Configuring Data Retention
Understanding Data Retention
A data retention policy aims at deleting old data from the database to save space. This can lead to faster queries and less storage costs. The policy defines what to do with the data and when.
To better understand the concept and benefits, we provide an example below.
This example creates a retention policy which applies on all hypertables.

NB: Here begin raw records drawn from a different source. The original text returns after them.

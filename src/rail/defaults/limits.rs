//! What a stage must hold, what it is worth, and which parts are allowed.

use super::{Bounds, Key, Kind, Preset};
use crate::quantity::Dimension;

const DERATING: Kind = Kind::Number(Dimension::Ratio, Bounds::UpToOne);
const NO_LIMIT: &str = "no limit";
const NO_WORTH: &str = "not weighed";
const ANY_PART: &str = "any part of the catalog";

/// `limits.junction_margin`
pub const LIMITS_JUNCTION_MARGIN: Key = Key::or(
    "limits.junction_margin",
    Kind::Number(Dimension::TemperatureDifference, Bounds::ZeroOrMore),
    Preset::Number(15.0),
    "common practice, no source",
    "kept below each part's own junction limit",
);

/// `limits.voltage_derating`
pub const LIMITS_VOLTAGE_DERATING: Key = Key::or(
    "limits.voltage_derating",
    DERATING,
    Preset::Number(0.8),
    "common practice, no source",
    "share of a semiconductor's voltage rating that may be used",
);

/// `limits.current_derating`
pub const LIMITS_CURRENT_DERATING: Key = Key::or(
    "limits.current_derating",
    DERATING,
    Preset::Number(0.9),
    "common practice, no source",
    "share of a diode's current rating that may be used",
);

/// `limits.ringing`
pub const LIMITS_RINGING: Key = Key::or(
    "limits.ringing",
    Kind::Number(Dimension::Ratio, Bounds::OneOrMore),
    Preset::Number(1.2),
    "an ordinary layout (common practice, no source)",
    "overshoot of the switch node, multiplies the highest input or the surge",
);

/// `limits.saturation_margin`
pub const LIMITS_SATURATION_MARGIN: Key = Key::or(
    "limits.saturation_margin",
    Kind::Number(Dimension::Ratio, Bounds::AboveZero),
    Preset::Number(1.2),
    "common practice, no source",
    "saturation current over peak current, at least",
);

/// `limits.winding_temperature`
pub const LIMITS_WINDING_TEMPERATURE: Key = Key::or(
    "limits.winding_temperature",
    Kind::Number(Dimension::Temperature, Bounds::Celsius),
    Preset::Number(125.0),
    "ordinary rating of power inductors (common practice, no source)",
    "greatest winding temperature",
);

/// `limits.capacitor_voltage_derating.ceramic`
pub const DERATING_CERAMIC: Key = Key::or(
    "limits.capacitor_voltage_derating.ceramic",
    DERATING,
    Preset::Number(0.8),
    "common practice, no source",
    "share of a ceramic capacitor's voltage rating that may be used",
);

/// `limits.capacitor_voltage_derating.polymer`
pub const DERATING_POLYMER: Key = Key::or(
    "limits.capacitor_voltage_derating.polymer",
    DERATING,
    Preset::Number(0.8),
    "common practice, no source",
    "share of a polymer capacitor's voltage rating that may be used",
);

/// `limits.capacitor_voltage_derating.electrolytic`
pub const DERATING_ELECTROLYTIC: Key = Key::or(
    "limits.capacitor_voltage_derating.electrolytic",
    DERATING,
    Preset::Number(0.8),
    "common practice, no source",
    "share of an electrolytic capacitor's voltage rating that may be used",
);

/// `limits.area`
pub const LIMITS_AREA: Key = Key::or(
    "limits.area",
    Kind::Number(Dimension::Area, Bounds::AboveZero),
    Preset::Nothing,
    NO_LIMIT,
    "greatest sum of part areas",
);

/// `limits.height`
pub const LIMITS_HEIGHT: Key = Key::or(
    "limits.height",
    Kind::Number(Dimension::Length, Bounds::AboveZero),
    Preset::Nothing,
    NO_LIMIT,
    "greatest height of any part",
);

/// `limits.cost`
pub const LIMITS_COST: Key = Key::or(
    "limits.cost",
    Kind::Number(Dimension::Plain, Bounds::AboveZero),
    Preset::Nothing,
    NO_LIMIT,
    "greatest sum of part costs, in the user's money",
);

/// `limits.efficiency`
pub const LIMITS_EFFICIENCY: Key = Key::or(
    "limits.efficiency",
    Kind::Number(Dimension::Ratio, Bounds::BelowOne),
    Preset::Nothing,
    NO_LIMIT,
    "least weighted efficiency",
);

/// `worth.loss`
pub const WORTH_LOSS: Key = Key::or(
    "worth.loss",
    Kind::Rate(Some("1/W")),
    Preset::Number(1.0),
    "rank by weighted loss",
    "what a watt of weighted loss is worth, in the user's money",
);

/// `worth.area`
pub const WORTH_AREA: Key = Key::or(
    "worth.area",
    Kind::Rate(Some("1/mm²")),
    Preset::Number(0.0),
    NO_WORTH,
    "what a mm² is worth, in the user's money",
);

/// `worth.cost`
pub const WORTH_COST: Key =
    Key::or("worth.cost", Kind::Rate(None), Preset::Number(0.0), NO_WORTH, "multiplies the part cost");

/// `parts.pin.high_switch`
pub const PIN_HIGH_SWITCH: Key =
    Key::or("parts.pin.high_switch", Kind::Names, Preset::Nothing, ANY_PART, "the only high switches allowed");

/// `parts.pin.rectifier`
pub const PIN_RECTIFIER: Key =
    Key::or("parts.pin.rectifier", Kind::Names, Preset::Nothing, ANY_PART, "the only rectifiers allowed");

/// `parts.pin.inductor`
pub const PIN_INDUCTOR: Key =
    Key::or("parts.pin.inductor", Kind::Names, Preset::Nothing, ANY_PART, "the only inductors allowed");

/// `parts.pin.input`
pub const PIN_INPUT: Key =
    Key::or("parts.pin.input", Kind::Names, Preset::Nothing, ANY_PART, "the only input capacitors allowed");

/// `parts.pin.output`
pub const PIN_OUTPUT: Key =
    Key::or("parts.pin.output", Kind::Names, Preset::Nothing, ANY_PART, "the only output capacitors allowed");

/// `parts.ban`
pub const PARTS_BAN: Key = Key::or(
    "parts.ban",
    Kind::Names,
    Preset::Nothing,
    "nothing is banned",
    "parts never used, by name or as maker:NAME",
);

It is possible to customize how it works by changing the format
function
depending on your data, or add a filter using a WHERE
clause in the PERFORM
query.
Creating the Data Retention Policy
- From the command line, open an Interactive Remote Console to access your database
- From the database command line, run the following commands to create a
procedure which aims at removing data older than
drop_after
:CREATE OR REPLACE PROCEDURE generic_retention (config jsonb) LANGUAGE PLPGSQL AS $$ DECLARE drop_after interval; schema varchar; name varchar; BEGIN SELECT jsonb_object_field_text (config, 'drop_after')::interval INTO STRICT drop_after; IF drop_after IS NULL THEN RAISE EXCEPTION 'Config must have drop_after'; END IF; -- You can modify the following query to add a more precise retention policy. FOR schema, name IN SELECT hypertable_schema, hypertable_name FROM timescaledb_information.hypertables LOOP RAISE NOTICE '%', format('%I.%I', schema, name); PERFORM drop_chunks(format('%I.%I', schema, name), older_than => drop_after); COMMIT; END LOOP; END $$;
Executing the Data Retention Policy
- At the root of your applications’s source code, create a file called
data_retention_procedure.sql
containing the following SQL script:call generic_retention(config => '{"drop_after":"12 month"}');
This script invokes the procedure
generic_retention
to remove data older than 12 months. - Schedule the execution of the SQL script by using the Scalingo
scheduler.
Your
cron.json
file at the root of your application’s source code should look like this:{ "jobs": [ { "command": "0 0 * * * dbclient-fetcher psql && psql $SCALINGO_POSTGRESQL_URL -f data_retention_procedure.sql", "size": "S" } ] }
The scheduled task will be executed every day at midnight.
Dumping and Restoring
Dumping Your TimescaleDB®
The procedure to dump data for PostgreSQL® is applicable. Yet, you won’t be able to restore this dump on a TimescaleDB® instance hosted on Scalingo.
For more details, please see Restoring a TimescaleDB® Dump.
Also, please note that you can’t backup individual hypertable. pg_dump
creates dumps that do not contain the information needed to properly restore
hypertables.
Restoring a TimescaleDB® Dump
As explained in TimescaleDB® official documentation, a specific process must be followed to restore from a backup. This process includes the use of a temporary database and the execution of several commands using admin rights, such as:
SELECT timescaledb_pre_restore();
\! pg_restore -Fc -d exampledb exampledb.psql
SELECT timescaledb_post_restore();
On Scalingo, default users do not have admin rights on their database. Consequently, only Periodic backups are restorable and the restoration process must be done by the Scalingo support team.
Make sure you keep track of which versions of PostgreSQL® and TimescaleDB® you are running during the backup process. For more information, see “Troubleshooting version mismatches” in the official documentation.
For more details about dumping and restoring TimescaleDB®, please refer to the official documentation.